__TASK ITEM__. Filter the records below for the word "freq". Copy each line that holds it.

__DATA IN THIS EXERCISE__.
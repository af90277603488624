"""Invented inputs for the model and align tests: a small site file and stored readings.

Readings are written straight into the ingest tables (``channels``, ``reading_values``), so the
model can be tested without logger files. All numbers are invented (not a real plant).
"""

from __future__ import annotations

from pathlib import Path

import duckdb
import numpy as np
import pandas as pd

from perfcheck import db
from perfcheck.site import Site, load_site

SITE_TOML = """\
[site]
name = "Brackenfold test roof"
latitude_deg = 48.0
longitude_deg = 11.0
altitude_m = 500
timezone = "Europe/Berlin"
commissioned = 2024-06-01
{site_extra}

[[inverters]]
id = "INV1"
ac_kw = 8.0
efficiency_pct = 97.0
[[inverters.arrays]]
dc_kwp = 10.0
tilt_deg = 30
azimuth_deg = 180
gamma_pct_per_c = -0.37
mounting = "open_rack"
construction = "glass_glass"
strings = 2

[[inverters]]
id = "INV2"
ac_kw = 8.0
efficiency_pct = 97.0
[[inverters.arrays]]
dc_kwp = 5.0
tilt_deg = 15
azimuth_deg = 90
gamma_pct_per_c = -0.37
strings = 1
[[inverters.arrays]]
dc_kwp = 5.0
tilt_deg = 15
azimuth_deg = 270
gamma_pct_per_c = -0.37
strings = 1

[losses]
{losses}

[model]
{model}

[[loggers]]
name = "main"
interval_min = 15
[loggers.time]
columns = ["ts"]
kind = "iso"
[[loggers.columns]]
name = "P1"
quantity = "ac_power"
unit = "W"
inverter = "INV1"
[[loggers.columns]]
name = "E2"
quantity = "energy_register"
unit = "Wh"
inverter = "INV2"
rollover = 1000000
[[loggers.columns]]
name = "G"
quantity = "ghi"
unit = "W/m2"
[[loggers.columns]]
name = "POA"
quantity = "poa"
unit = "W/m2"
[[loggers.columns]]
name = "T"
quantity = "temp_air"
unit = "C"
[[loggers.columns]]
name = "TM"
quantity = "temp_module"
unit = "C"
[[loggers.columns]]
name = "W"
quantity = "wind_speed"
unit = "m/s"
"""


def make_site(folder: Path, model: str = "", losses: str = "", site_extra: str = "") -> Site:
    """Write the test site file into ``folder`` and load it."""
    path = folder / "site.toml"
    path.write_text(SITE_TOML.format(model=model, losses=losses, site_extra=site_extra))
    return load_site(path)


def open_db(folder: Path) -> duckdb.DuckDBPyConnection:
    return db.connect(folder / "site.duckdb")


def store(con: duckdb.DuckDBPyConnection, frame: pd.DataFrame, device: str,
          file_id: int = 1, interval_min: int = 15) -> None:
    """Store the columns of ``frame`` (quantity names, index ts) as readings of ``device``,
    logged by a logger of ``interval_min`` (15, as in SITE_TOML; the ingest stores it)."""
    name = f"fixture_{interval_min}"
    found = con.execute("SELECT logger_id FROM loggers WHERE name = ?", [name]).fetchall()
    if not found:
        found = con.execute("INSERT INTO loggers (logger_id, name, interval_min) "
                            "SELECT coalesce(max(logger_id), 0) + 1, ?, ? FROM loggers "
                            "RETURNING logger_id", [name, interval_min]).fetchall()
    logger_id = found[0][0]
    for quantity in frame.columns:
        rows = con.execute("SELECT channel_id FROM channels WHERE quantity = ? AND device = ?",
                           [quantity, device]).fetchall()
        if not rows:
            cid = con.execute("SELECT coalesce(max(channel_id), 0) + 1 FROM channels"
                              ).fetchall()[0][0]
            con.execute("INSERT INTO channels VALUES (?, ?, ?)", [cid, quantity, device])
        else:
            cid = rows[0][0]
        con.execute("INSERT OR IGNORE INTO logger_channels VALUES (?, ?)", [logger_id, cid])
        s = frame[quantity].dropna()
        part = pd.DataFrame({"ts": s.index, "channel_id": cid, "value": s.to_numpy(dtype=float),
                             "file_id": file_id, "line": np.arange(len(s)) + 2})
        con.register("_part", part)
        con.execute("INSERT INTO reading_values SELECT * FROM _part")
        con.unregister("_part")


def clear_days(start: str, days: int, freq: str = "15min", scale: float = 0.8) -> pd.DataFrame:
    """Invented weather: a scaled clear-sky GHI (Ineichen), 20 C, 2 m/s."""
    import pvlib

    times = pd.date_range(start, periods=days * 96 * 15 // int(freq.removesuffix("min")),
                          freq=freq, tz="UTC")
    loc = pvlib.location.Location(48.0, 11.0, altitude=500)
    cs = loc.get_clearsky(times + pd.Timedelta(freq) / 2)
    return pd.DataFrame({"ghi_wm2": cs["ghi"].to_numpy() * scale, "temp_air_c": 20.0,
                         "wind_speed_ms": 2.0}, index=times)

__TASK ANSWER__.
def clear_days(start: str, days: int, freq: str = "15min", scale: float = 0.8) -> pd.DataFrame:
    times = pd.date_range(start, periods=days * 96 * 15 // int(freq.removesuffix("min")),
                          freq=freq, tz="UTC")
    cs = loc.get_clearsky(times + pd.Timedelta(freq) / 2)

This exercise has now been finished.